= Hamburg, Missouri =

Extinct hamlet in Missouri, U.S.

Hamburg was a small town in St. Charles County, Missouri, United States. Hamburg was one of three towns, along with nearby Howell and Toonerville, that were evacuated and terminated in 1940–1941 when the area was taken over by the United States Department of the Army for the Weldon Spring Ordnance Works, which manufactured trinitrotoluene (TNT) and dinitrotoluene (DNT) and later processed uranium.

==History==
Settled in the 1830s by German immigrants John Nahm, William Koenig, George Mades, Daniel Schmidt, Jacob Schneider and Nickolas Roth, Hamburg was a railroad and river access point and town-center for farm families of the area. The town met its demise in 1941 when the U.S. government purchased the entire area including two other nearby farm communities (Howell and Toonerville) for construction of an ordinance plant to support preparations for World War II. The federal government notified residents in late 1940 of its plan for the plant and by mid-1941 everyone was moved out and the area closed off. Some had negotiated purchase prices and received their payment but others ended up in a long court battle that was not settled until after WWII in the U.S. Supreme Court.

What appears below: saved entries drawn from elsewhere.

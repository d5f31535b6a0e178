using System.Globalization;
using System.Text;
using System.Text.Json;

namespace WaveSim.Core.Reports;

/// <summary>
/// The page of a study of variants (<see cref="VariantSet"/>): a chart per figure over the variants with the best point and
/// the limits marked; clicking a point shows that variant's waveforms. Self-contained like the report page.
/// </summary>
public static class VariantPage
{
    /// <summary>Builds the page.</summary>
    public static string Html(VariantSet set)
    {
        ArgumentNullException.ThrowIfNull(set);
        var w = new HtmlWriter();
        PageShell.Head(w, $"{set.Title} - WaveSim");
        w.El("h1", set.Title);
        if (set.Note is { } note) w.El("p", note, ("class", "note"));
        if (set.Outcome is { } outcome) w.El("p", outcome, ("id", "outcome"));
        if (set.Best is { } b) w.El("p", $"Best: {set.Variants[b].Label}" + (set.BestNote is { } why ? $" ({why})" : "") + ", marked on every chart.", ("id", "best"));
        w.El("p", "Click a point on any chart to show that variant's waveforms below.", ("class", "note"));
        w.Raw("<div id=\"figure-charts\"></div>\n");
        w.El("h2", "Waveforms of the chosen variant");
        w.Raw("<p id=\"variant-title\" class=\"note\"></p>\n<div class=\"chart\" id=\"variant-chart\"></div>\n");
        PageShell.Scripts(w, Json(set), PageAssets.VariantScript);
        w.Line("</body>").Line("</html>");
        return w.ToString();
    }

    static string Json(VariantSet set)
    {
        var o = new JsonSerializerOptions { WriteIndented = false };
        var sb = new StringBuilder();
        sb.Append("{\"kind\":\"variants\",\"title\":").Append(JsonSerializer.Serialize(set.Title, o))
          .Append(",\"xLabel\":").Append(JsonSerializer.Serialize(set.XLabel, o))
          .Append(",\"xUnit\":").Append(JsonSerializer.Serialize(set.XUnit, o))
          .Append(",\"categorical\":").Append(set.Categorical ? "true" : "false")
          .Append(",\"best\":").Append(set.Best is { } b ? b.ToString(CultureInfo.InvariantCulture) : "null")
          .Append(",\"probes\":").Append(JsonSerializer.Serialize(set.Probes, o))
          .Append(",\"labels\":").Append(JsonSerializer.Serialize(set.Variants.Select(v => v.Label), o))
          .Append(",\"xs\":[").AppendJoin(',', set.Variants.Select(v => G(v.X, "G9"))).Append(']');
        sb.Append(",\"figures\":[");
        for (int f = 0; f < set.Figures.Count; f++)
        {
            var fig = set.Figures[f];
            if (f > 0) sb.Append(',');
            sb.Append("{\"name\":").Append(JsonSerializer.Serialize(fig.Name, o)).Append(",\"unit\":").Append(JsonSerializer.Serialize(fig.Unit, o))
              .Append(",\"values\":[").AppendJoin(',', fig.Values.Select(v => "[" + string.Join(',', v.Select(x => x is { } y ? G(y) : "null")) + "]")).Append(']')
              .Append(",\"pointsOnly\":").Append(fig.PointsOnly ? "true" : "false")
              .Append(",\"note\":").Append(JsonSerializer.Serialize(fig.Note, o));
            if (fig.Axis is { } axis)
                sb.Append(",\"axis\":{\"label\":").Append(JsonSerializer.Serialize(axis.Label, o)).Append(",\"unit\":").Append(JsonSerializer.Serialize(axis.Unit, o))
                  .Append(",\"values\":[").AppendJoin(',', axis.Values.Select(x => G(x, "G9"))).Append("]}");
            sb.Append(",\"limits\":[").AppendJoin(',', fig.Limits.Select(l => $"{{\"label\":{JsonSerializer.Serialize(l.Label, o)},\"value\":{G(l.Value)}}}")).Append("]}");
        }
        sb.Append("],\"waves\":[");
        for (int i = 0; i < set.Variants.Count; i++)
        {
            var v = set.Variants[i];
            if (i > 0) sb.Append(',');
            if (v.Time is null || v.Volts is null) { sb.Append("null"); continue; }
            sb.Append("{\"t\":[").AppendJoin(',', v.Time.Select(x => G(x, "G9"))).Append("],\"v\":[")
              .AppendJoin(',', v.Volts.Select(x => "[" + string.Join(',', x.Select(y => G(y))) + "]")).Append("]}");
        }
        sb.Append("]}");
        return sb.ToString();
    }

    static string G(double x, string format = "G6") => double.IsFinite(x) ? x.ToString(format, CultureInfo.InvariantCulture) : "null";
}
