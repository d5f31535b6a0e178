using WaveSim.Core;
using WaveSim.Core.Model;
using WaveSim.Core.Scenarios;
using WaveSim.Core.Solver;

namespace WaveSim.Tests;

/// <summary>Builds scenarios from YAML text and runs them, for tests.</summary>
internal static class TestScenarios
{
    /// <summary>
    /// PRBS7 (ITU-T O.150) through a matched lossless line: 50 ohm driver, 50 ohm line, 50 ohm load. The line only delays and
    /// halves the waveform (Pozar, Microwave Engineering, 4th ed., eq. 2.35 with Γ = 0 at both ends), so the eye at the load opens
    /// to the full 0.5 V swing, and against Vih 0.35 V / Vil 0.15 V it is open.
    /// </summary>
    public const string MatchedBits = @"title: bits net
source: { waveform: bits, prbs: 7, bit_time: 200 ps, low: 0 V, high: 1 V, rise: 40 ps, resistance: 50 ohm }
line:
  - segment: { length: 200 mm, z0: 50 ohm, delay: 5 ns/m }
load: { r: 50 ohm, receiver: { vih: 0.35 V, vil: 0.15 V } }
probes:
  - { name: drv, at: source }
  - { name: rx, at: load }
simulation: { duration: 27 ns, resolution: 10 }
";

    public static Scenario Parse(string yaml) => ScenarioLoader.Parse(yaml, "test.yaml");

    /// <summary>The scenario with its text, as the loader reads a file.</summary>
    public static ScenarioDocument Document(string yaml) => ScenarioLoader.ReadText(yaml, "test.yaml");

    public static SimulationResult Run(string yaml, SimulationOptions? options = null) => Simulate.Solve(Parse(yaml), options);

    /// <summary>The value of a waveform at time t by linear interpolation on the output grid.</summary>
    public static double At(this SimulationResult r, string probe, double t, bool current = false)
    {
        var p = r.Probe(probe);
        double[] y = current ? p.Amps : p.Volts, x = r.Time;
        int i = Array.BinarySearch(x, t);
        if (i >= 0) return y[i];
        i = ~i;
        if (i == 0) return y[0];
        if (i >= x.Length) return y[^1];
        double f = (t - x[i - 1]) / (x[i] - x[i - 1]);
        return y[i - 1] + f * (y[i] - y[i - 1]);
    }

    /// <summary>The first time the waveform reaches <paramref name="level"/> (linear interpolation between samples).</summary>
    public static double FirstCrossing(this SimulationResult r, string probe, double level)
    {
        var v = r.Probe(probe).Volts; var t = r.Time;
        bool rising = level >= v[0];
        for (int i = 1; i < v.Length; i++)
            if (rising ? v[i] >= level : v[i] <= level)
                return t[i - 1] + (level - v[i - 1]) / (v[i] - v[i - 1]) * (t[i] - t[i - 1]);
        return double.NaN;
    }
}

Hamburg (not to be confused with New Hamburg in southeast Missouri) was located along the Missouri River, southwest of St. Charles along Highway 94 in St. Charles County. Nearby farm communities were settled in late 18th century by the Howell and Boone (Daniel Boone and son Daniel Morgan Boone) families. Originally the German settlers of the to-be Hamburg built homes near the Missouri River below and along the bluff, but after flooding the majority of the community moved above the bluff overlooking the river, creating an upper and lower Hamburg.

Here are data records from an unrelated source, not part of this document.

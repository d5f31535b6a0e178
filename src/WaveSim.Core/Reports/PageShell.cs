using WaveSim.Core.Pictures;

namespace WaveSim.Core.Reports;

/// <summary>
/// The interactive parts of a report page: the head with the inlined style sheets, the markup the page's script fills
/// (charts, toggles, cursor readout, scrubber, space-time map) and the inlined scripts with the run's data. Scripts and
/// styles sit in CDATA sections so the page still parses as XML; nothing is loaded from elsewhere.
/// </summary>
internal static class PageShell
{
    /// <summary>The bytes the inlined scripts and styles add to a page, besides its data.</summary>
    public static long ScriptBytes => PageAssets.ChartScript.Length + PageAssets.PageScript.Length + PageAssets.ChartLicence.Length + 200;

    public static void Head(HtmlWriter w, string title)
    {
        w.Line("<!DOCTYPE html>").Line("<html lang=\"en\">").Line("<head>").Line("<meta charset=\"utf-8\" />")
         .Line("<meta name=\"viewport\" content=\"width=device-width, initial-scale=1\" />");
        w.El("title", title);
        w.Raw("<style>/*<![CDATA[*/\n").Raw(PageAssets.ChartStyle).Raw("\n").Raw(PageAssets.PageStyle).Raw("\n/*]]>*/</style>\n").Line("</head>").Line("<body>");
    }

    public static void Waveforms(HtmlWriter w, WaveformPicture picture)
    {
        w.El("h2", "Waveforms");
        if (picture.Limited)
            w.El("p", $"First shown: {picture.Shown.Describe()}, the start-up and the first {picture.EdgesShown} of " +
                $"{picture.SourceEdges} source edges (double-click the chart for the whole record). The figures and verdicts cover the whole record.",
                ("class", "note"), ("id", "waveform-window"));
        w.Raw("<div class=\"toolbar\" id=\"probe-toggles\"></div>\n");
        w.Raw("<div class=\"toolbar\"><label class=\"toggle\"><input type=\"checkbox\" id=\"show-currents\" /> currents</label>" +
              "<button type=\"button\" id=\"reset-zoom\">whole record</button><button type=\"button\" id=\"clear-cursors\">clear cursors</button></div>\n");
        w.Raw("<div id=\"readout\"></div>\n<div class=\"chart\" id=\"chart-v\"></div>\n");
        w.Raw("<div id=\"chart-a-box\" hidden=\"hidden\"><div class=\"chart\" id=\"chart-a\"></div></div>\n");
        w.Raw("<div id=\"cursor-readout\"></div>\n");
        w.Raw("<noscript><p>The charts need JavaScript; the static picture below shows the same waveforms.</p></noscript>\n");
    }

    public static void FramesAndMap(HtmlWriter w)
    {
        w.El("h2", "Frames along the line");
        w.El("p", "The voltage along the main line at each recorded instant; the dotted line on the waveform charts marks the instant.", ("class", "note"));
        w.Raw("<div class=\"toolbar\"><button type=\"button\" id=\"play\">play</button>" +
              "<input type=\"range\" id=\"scrubber\" min=\"0\" max=\"0\" step=\"1\" value=\"0\" aria-label=\"frame\" /><span id=\"frame-label\"></span></div>\n");
        w.Raw("<div class=\"chart\" id=\"frame-chart\"></div>\n");
        w.El("h2", "Space-time map");
        w.El("p", "Voltage along the main line (across) against time (down); point at the map to read z, t and V, click to show that frame.", ("class", "note"));
        w.Raw("<p class=\"note\" id=\"spacetime-scale\"></p>\n<canvas id=\"spacetime-map\"></canvas>\n<p id=\"spacetime-readout\">&#160;</p>\n");
    }

    public static void Scripts(HtmlWriter w, string json) => Scripts(w, json, PageAssets.PageScript);

    public static void Scripts(HtmlWriter w, string json, string script)
    {
        // Neither "</" nor "]]>" appears in the data (strings are JSON-escaped), so the block cannot end early; the page's
        // script strips the CDATA markers an HTML parser leaves in the text.
        w.Raw("<script type=\"application/json\" id=\"wavesim-data\"><![CDATA[\n");
        w.Raw(json).Raw("\n]]></script>\n");
        w.Raw("<script>//<![CDATA[\n/* uPlot 1.6.32, inlined unchanged.\n").Raw(PageAssets.ChartLicence.Replace("*/", "* /", StringComparison.Ordinal))
         .Raw("\n*/\n").Raw(PageAssets.ChartScript).Raw("\n//]]></script>\n");
        w.Raw("<script>//<![CDATA[\n").Raw(script).Raw("\n//]]></script>\n");
    }
}
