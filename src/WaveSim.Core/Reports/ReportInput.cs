using WaveSim.Core.Analysis;
using WaveSim.Core.Solver;
using WaveSim.Core.Terminations;

namespace WaveSim.Core.Reports;

/// <summary>Everything the HTML report shows: one analysed run (<see cref="Simulate.Run"/> with <see cref="HtmlReport.RunOptions"/>).</summary>
/// <param name="Outcome">The run and its analysis: figures, eyes and verdicts.</param>
/// <param name="ScenarioText">The scenario file's text, shown verbatim (escaped).</param>
/// <param name="Terminations">The termination comparison, or null to leave that section out.</param>
public sealed record ReportInput(RunOutcome Outcome, string ScenarioText, TerminationStudyResult? Terminations)
{
    /// <summary>
    /// The window first shown and the probes first drawn, by the page and its static picture alike (the choices of
    /// <c>run</c>'s waveform picture); currents add the current panel to the static picture.
    /// </summary>
    public Pictures.WaveformOptions Waveforms { get; init; } = new();

    /// <summary>The simulated run.</summary>
    public SimulationResult Result => Outcome.Result;

    /// <summary>Signal figures per probe.</summary>
    public IReadOnlyList<ProbeFigures> Figures => Outcome.Figures;

    /// <summary>Eye diagrams; empty unless the source is a bit pattern.</summary>
    public IReadOnlyList<ProbeEye> Eyes => Outcome.Eyes;

    /// <summary>The limits the receivers were judged against.</summary>
    public VerdictLimits Limits => Outcome.Options.Limits ?? new VerdictLimits();

    /// <summary>The report of <paramref name="outcome"/>, which must hold figures and verdicts (run with <see cref="HtmlReport.RunOptions"/>).</summary>
    /// <exception cref="ArgumentException">The outcome was analysed without figures or verdicts.</exception>
    public static ReportInput For(RunOutcome outcome, string scenarioText, TerminationStudyResult? terminations = null)
    {
        ArgumentNullException.ThrowIfNull(outcome);
        if (!outcome.Options.Figures || outcome.Options.Limits is null)
            throw new ArgumentException("the report needs a run analysed with figures and verdicts (HtmlReport.RunOptions)", nameof(outcome));
        return new(outcome, scenarioText, terminations);
    }
}
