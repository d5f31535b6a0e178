using System.Globalization;
using WaveSim.Core.Analysis;
using WaveSim.Core.Units;

namespace WaveSim.Core.Reports;

/// <summary>The rule behind each judged cell of the figures table, in words, shown when the pointer rests on the cell.</summary>
/// <param name="Limits">The limits the receivers were judged against.</param>
internal sealed record CellRules(VerdictLimits Limits)
{
    public const string NotJudged = "not judged: no receiver thresholds at this probe";
    public const string Ringback = "pass when no edge comes back into the band between Vil and Vih after crossing it, before the next edge";
    public const string Crossings = "pass when every edge crosses the band between Vil and Vih exactly once, without turning back inside it by more than 1 % of the swing";
    public const string MarginHigh = "pass when the settled high level minus Vih is zero or more";
    public const string MarginLow = "pass when Vil minus the settled low level is zero or more";
    public const string Eye = "pass when the eye opens beyond both thresholds: height and width measured against Vih and Vil above zero";
    public const string Verdict = "pass when every judged rule of this row passes; fail when one fails";

    public string Overshoot => $"pass when every edge overshoots the level it settles to by at most {Limits.MaxOvershootPct.ToString("G3", CultureInfo.InvariantCulture)} %";

    public string Settling => $"pass when every edge settles within ±{(Limits.SettleBand * 100).ToString("G3", CultureInfo.InvariantCulture)} % of the swing " +
        $"within {Quantity.Format(Limits.MaxSettlingS, "s", 3)} of its arrival at the probe, before the next edge";
}
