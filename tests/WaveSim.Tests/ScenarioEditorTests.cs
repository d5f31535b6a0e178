using WaveSim.Core;
using WaveSim.Core.Model;
using WaveSim.Core.Scenarios;

namespace WaveSim.Tests;

/// <summary>Variants made by key path read back like files (checked against the loader's own values; no outside source needed).</summary>
public class ScenarioEditorTests
{
    const string Yaml = @"# a comment that must survive
source: { waveform: step, high: 1 V, rise: 100 ps }
line:
  - segment: { length: 1 m, z0: 50 ohm, delay: 5 ns }   # trace
  - shunt: { c: 1 pF }
load: open
simulation: { duration: 10 ns }
";

    [Fact]
    public void Changing_values_keeps_comments_and_reads_back_in_SI()
    {
        var s = TestScenarios.Parse(Yaml);
        var v = ScenarioEditor.With(s, [("line[0].segment.z0", "75 ohm"), ("line[1].shunt.c", "2 pF"), ("load.r", "33 ohm"), ("source.resistance", "10 ohm")]);
        Assert.Equal(75, ((Segment)v.Line[0]).Z0, 1e-9);
        Assert.Equal(2e-12, ((Shunt)v.Line[1]).Parts.C!.Value, 1e-24);
        Assert.Equal(33, v.Load.R!.Value, 1e-12);
        Assert.Equal(10, v.Source.Resistance, 1e-12);
        Assert.Contains("# trace", ScenarioEditor.EditedText(s, [("line[0].segment.z0", "75 ohm")]));
    }

    [Theory]
    [InlineData("line[5].segment.z0", "no item [5]")]
    [InlineData("line[0].segment.z0", "is a capacitance")]
    [InlineData("simulation.nonsense", "unknown key 'nonsense'")]
    [InlineData("loud.r", "no 'loud'")]
    public void A_key_that_does_not_exist_or_a_wrong_unit_is_a_clear_error(string path, string fragment)
    {
        var s = TestScenarios.Parse(Yaml);
        var ex = Assert.ThrowsAny<InputException>(() => ScenarioEditor.With(s, [(path, "3 pF")]));
        Assert.Contains(fragment, ex.Message);
    }
}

A few people in the area had participated in the California gold rush and returned to Missouri with enough money to buy farms and start their families. Many served in the Civil War, some on either side, though for the most part German-heritage families supported the Union. A number of settlers moved to the Oklahoma territory during the Land Run of 1889.

==Notable residents==
John E. Schneider, a coverlet weaver, one of the first west of the Mississippi River with coverlets now both in the Saint Louis Art Museum and the Art Institute of Chicago, was born in 1823 and an early respected citizen of Hamburg. Archie Bowman, locally remembered as one of the last U.S. citizens to die in World War I, lived in Hamburg. Ralph Sutton, a well-known traditional jazz stride pianist, was born in Hamburg in 1922. In the early years of his career during the 1930s, he performed in his father's band at the Riverview Park dance hall in Hamburg. The dance hall was specifically built by his father Earl Sutton and Earl's business partner and friend Theodore (Tot) Mades to encourage Ralph's playing.